I also could not update through the main system OS.

I ultimately had to boot into DOS (FreeDOS 1.2 on a USB stick) and use the cfut4.exe firmware tool that's a part of their Linux downloadable driver package copied to a folder on the DOS USB stick.

I erased the Firmware, Bios, and Settings, then uploaded the T5 FW and the Bios, then rebooted.

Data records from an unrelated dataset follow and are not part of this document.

def test_clicktrain_and_rest_values_are_si():
    folder = config.builtin_dir("paradigms")
    click = config.load_paradigm(folder / "clicktrain.toml")
    assert click.stimulation == {"frequency": 40.0, "duration": 0.5}  # Hz, s
    assert click.epochs.window == (-0.4, 0.9)  # s
    assert click.rejection.peak_to_peak == pytest.approx(120e-6, rel=1e-12)  # V
    rest = config.load_paradigm(folder / "rest.toml")
    assert rest.epochs is None
    assert rest.segments == config.SegmentSpec(length=2.0, overlap=0.0, skip_start=2.0)
    assert rest.rejection.peak_to_peak == pytest.approx(150e-6, rel=1e-12)  # V


def test_builtin_feature_values():
    folders = config.builtin_dir("paradigms"), config.builtin_dir("features")
    oddball = config.load_paradigm(folders[0] / "oddball.toml")
    core = config.load_feature_set(folders[1] / "oddball-core.toml", oddball)
    by_name = {m.name: m for m in core.measures}
    assert by_name["mismatch_mean_amplitude"].params["window"] == (0.10, 0.25)  # s
    assert by_name["mismatch_mean_amplitude"].unit == "uV"
    assert by_name["mismatch_peak_latency"].unit == "ms"
    assert by_name["mismatch_peak_latency"].params["polarity"] == "negative"
    rest = config.load_paradigm(folders[0] / "rest.toml")
    rest_core = config.load_feature_set(folders[1] / "rest-core.toml", rest)
    assert rest_core.bands["alpha"] == (8.0, 13.0)  # Hz
    # 2 kinds x 2 signals x 4 bands, the alpha ratio, and 3 kinds x 2 signals
    # (peak frequency, aperiodic exponent and offset)
    assert len(rest_core.measures) == 2 * 2 * 4 + 1 + 3 * 2
    assert "band_power_alpha_eyes_closed_posterior" in {m.name for m in rest_core.measures}
    click = config.load_paradigm(folders[0] / "clicktrain.toml")
    click_core = config.load_feature_set(folders[1] / "clicktrain-core.toml", click)
    assert {m.params["frequency"] for m in click_core.measures} == {40.0}  # Hz


def test_valid_test_texts_load(workdir):
    for name in PARADIGMS:
        paradigm = _paradigm(workdir, name)
        path = workdir / f"{name}-features.toml"
        path.write_text(FEATURES[name])
        assert config.load_feature_set(path, paradigm).measures
    calm = config.load_feature_set(workdir / "calm-features.toml", _paradigm(workdir, "calm"))
    assert [m.name for m in calm.measures] == ["band_power_alpha_open_back", "band_power_alpha_closed_back"]
    (workdir / "study.toml").write_text(STUDY)
    study = config.load_study(workdir / "study.toml")
    assert study.root == workdir.resolve()
    assert study.participants == workdir.resolve() / "participants.tsv"
    site = study.sites["alpha"]
    assert site.line_frequency == 50.0 and site.trigger_delay == 0.0  # Hz, s
    assert site.markers == {"oddball": {"S1": "standard", "S2": "deviant"}}
    assert site.subject_pattern == config.DEFAULT_SUBJECT_PATTERN


# --------------------------------------------------------------------------- invalid files
# Each case: (kind, base paradigm, text, key path, fragments of what is wrong, fix).
# kind is "paradigm", "features" (loaded against the base paradigm) or "study".
# key path None: the message names the file only (TOML syntax).
BAND_MEASURE = """\
[[measures]]
name = "alpha"
kind = "band-power"
signal = "standard"
region = "front"
band = "alpha"
"""

ITPC_40 = """\
[[measures]]
name = "itpc_40"
kind = "itpc"
signal = "train"
region = "front"
frequency = 40.0
window = [0.1, 0.5]
"""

Got the package from: http://service.chelsio.com/

Strangely, it still doesn't show up in lspci (I'm using FreeBSD) but I am no longer experiencing freezing of the device (there are two that simultaneously would go offline during use, despite having different firmwares before I updated them).

Hope this helps.

----------

## trumee

 *lumaforge wrote:*   

> I also could not update through the main system OS.
> 
> I ultimately had to boot into DOS (FreeDOS 1.2 on a USB stick) and use the cfut4.exe firmware tool that's a part of their Linux downloadable driver package copied to a folder on the DOS USB stick.
> 
> I erased the Firmware, Bios, and Settings, then uploaded the T5 FW and the Bios, then rebooted.
> ...

 

I did try to erase using the cfut4.exe and flashed the T4 FW. However, the card did not work after that. I think the mistake i made was updating it to the latest firmware since it stopped working with linux kernel 4.4.26.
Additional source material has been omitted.